Die nordrhein-westfälische Landesregierung hat aus Sicht der Gewerkschaft Erziehung und Wissenschaft (GEW) keinen überzeugenden Ausweg aus der Bildungsungerechtigkeit. Zu Beginn des neuen Kindergartenjahres und des neuen Schuljahres litten beide Bildungspfeiler weiterhin unter gravierendem Fachkräftemängel, stellte die GEW-Landesvorsitzende Ayla Çelik fest. Allein an den Schulen fehlten derzeit rund 6.000 Lehrkräfte.
Schon für bloßes Mittelmaß fehlen Milliarden
Die Personalsituation und langjährige Unterfinanzierung verfestigten die soziale Schieflage, kritisierte die Gewerkschafterin. Bereits heute liege NRW mit jährlichen Ausgaben von 8.300 Euro pro Schüler um 900 Euro unter dem Bundesdurchschnitt. „Würde die Landesregierung hier nur Mittelmaß anpeilen, wären zusätzliche 2,3 Milliarden innerhalb eines Jahres notwendig“, rechnete Çelik vor. „Wir brauchen einen Bildungsetat, der losgelöst vom Haushalt ist und über zehn Jahre Investitionen absichert.“
Schulministerin Dorothee Feller (CDU) hatte zum neuen Schuljahr mehr Grundschulunterricht in Deutsch und Mathematik angekündigt und flächendeckende Tests zum vorschulischen Sprachstand. Solche eigentlich begrüßenswerten Initiativen liefen ins Leere, wenn es kein Personal gebe, das Förderempfehlungen umsetzen könne, kritisierte Çelik.
„Erneut zeigt sich, dass diese Vorhaben nur funktionieren, wenn Beschäftigte über ihre Belastungsgrenze hinausgehen.“ Schon jetzt werde in den Schulen der Mangel verwaltet. Dennoch würden immer mehr Programme von oben in den Trichter gestopft. Zusätzlich die Eltern für vorschulische Förderung in die Pflicht zu nehmen, werde aufgrund der unterschiedlichen sozialen Voraussetzungen zu Hause kein Problem lösen.
GEW: Lieber mit Kindern statt mit dem Rotstift arbeiten
Besser wäre es, die Anzahl der Klassenarbeiten zu reduzieren, schlug die GEW-Vorsitzende vor. Anstatt immer wieder stundenlang mit dem Rotstift über Klassenarbeiten zu sitzen, könnten die Lehrkräfte sich dann mehr mit den Kindern befassen. Zudem müssten die Lehrpläne entrümpelt werden, sagte Çelik.

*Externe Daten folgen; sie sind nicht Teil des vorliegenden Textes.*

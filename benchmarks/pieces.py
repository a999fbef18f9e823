"""How far a file cleaned in pieces of time is from the whole array cleaned at once, per method.

Issue goal: chunked results equal the whole-array result within 1e-6 of the
data's range. A 4-channel 20 Hz trace with a 1 kHz DAC staircase, heartbeat
and respiration modulation, 40 ppm drift and clipping on the two strongest
channels is written as float32 NIX by ``clean_recording(max_range_s=...)``
(several pieces of time, 2 workers) and compared with ``clean`` of the array.
Prints, per method and channel, the largest difference as a fraction of the
data's range and where it is.

    python benchmarks/pieces.py [--seconds 50] [--max-range 9] [--freq 20] [--dac-rate 1000] [--method template ...]
"""

from __future__ import annotations

import argparse
import json
import tempfile
import warnings
from pathlib import Path

import numpy as np


def main(argv=None) -> dict:
    from neo.io import NixIO

    from artifactclean import METHODS, clean
    from artifactclean.io import open_recording
    from artifactclean.io.pipeline import clean_recording
    from artifactclean.synthetic import ArtifactSpec, BlockSpec, simulate_recording

    ap = argparse.ArgumentParser(description=__doc__.splitlines()[0])
    ap.add_argument("--seconds", type=float, default=50.0)
    ap.add_argument("--max-range", type=float, default=9.0, help="max_range_s of the file run (s)")
    ap.add_argument("--method", nargs="+", default=list(METHODS))
    ap.add_argument("--seed", type=int, default=6)
    ap.add_argument("--freq", type=float, default=20.0, help="stimulation frequency (Hz)")
    ap.add_argument("--dac-rate", type=float, default=1000.0, help="DAC update rate (Hz; 0: no DAC)")
    args = ap.parse_args(argv)
    warnings.simplefilter("ignore")
    rec = simulate_recording(args.seconds, artifact=ArtifactSpec(freq_hz=args.freq, dac_rate_hz=args.dac_rate or None, heart_depth=0.02,
                                                                 resp_depth=0.01, drift_ppm=40.0, clip_uv=3600.0),
                             blocks=[BlockSpec(1.0, args.seconds - 2.0, ramp_s=1.0)], seed=args.seed)
    span = float(np.ptp(rec.data))
    clipped = rec.clipped.any(axis=1)
    res = {}
    with tempfile.TemporaryDirectory() as tmp:
        for method in args.method:
            out = Path(tmp) / f"{method}.nix"
            clean_recording(open_recording(rec.data, fs=rec.fs), out, method=method, max_range_s=args.max_range,
                            workers=2)
            whole = clean(rec.data, rec.fs, method=method)
            with NixIO(str(out), "ro") as io:
                blk = io.read_block()
            n_pieces = len({r["start_s"] for r in json.loads(blk.annotations["provenance"])["estimator_report"]})
            y = np.asarray(blk.segments[0].analogsignals[0].magnitude, dtype=float).T
            d = np.abs(y - whole) / span
            res[method] = dict(pieces=n_pieces, worst=d.max(axis=1), at_s=np.argmax(d, axis=1) / rec.fs)
    dac = f"{args.dac_rate / 1000:g} kHz DAC" if args.dac_rate else "no DAC"
    print(f"{rec.data.shape[0]} channels x {args.seconds:g} s, {args.freq:g} Hz + {dac}, clipped channels "
          f"{np.flatnonzero(clipped).tolist()}; file in pieces of <= {args.max_range:g} s against the whole array")
    print(f"{'method':<11} {'pieces':>6}  largest |difference| / range per channel (at s)   goal <= 1e-6")
    for method, r in res.items():
        cells = "  ".join(f"{w:.1e} ({t:4.1f})" for w, t in zip(r["worst"], r["at_s"]))
        print(f"{method:<11} {r['pieces']:>6}  {cells}")
    return res


if __name__ == "__main__":
    main()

Darüber hinaus kritisierte sie die umstrittenen Lehrer-Abordnungen an unterversorgte Schulen. Grundsätzlich seien die zwar rechtlich zulässig, brächten jedoch Unsicherheit und Unzufriedenheit in die Lehrerzimmer. So werde der Mangel nicht ursächlich bekämpft, sondern nur verschoben.
In zwei Eilentscheidungen hatte das Verwaltungsgericht Münster in der vorletzten Woche zwei Lehrer-Abordnungen mit der Begründung gestoppt, die Auswahlkriterien seien nicht sachgerecht gewesen.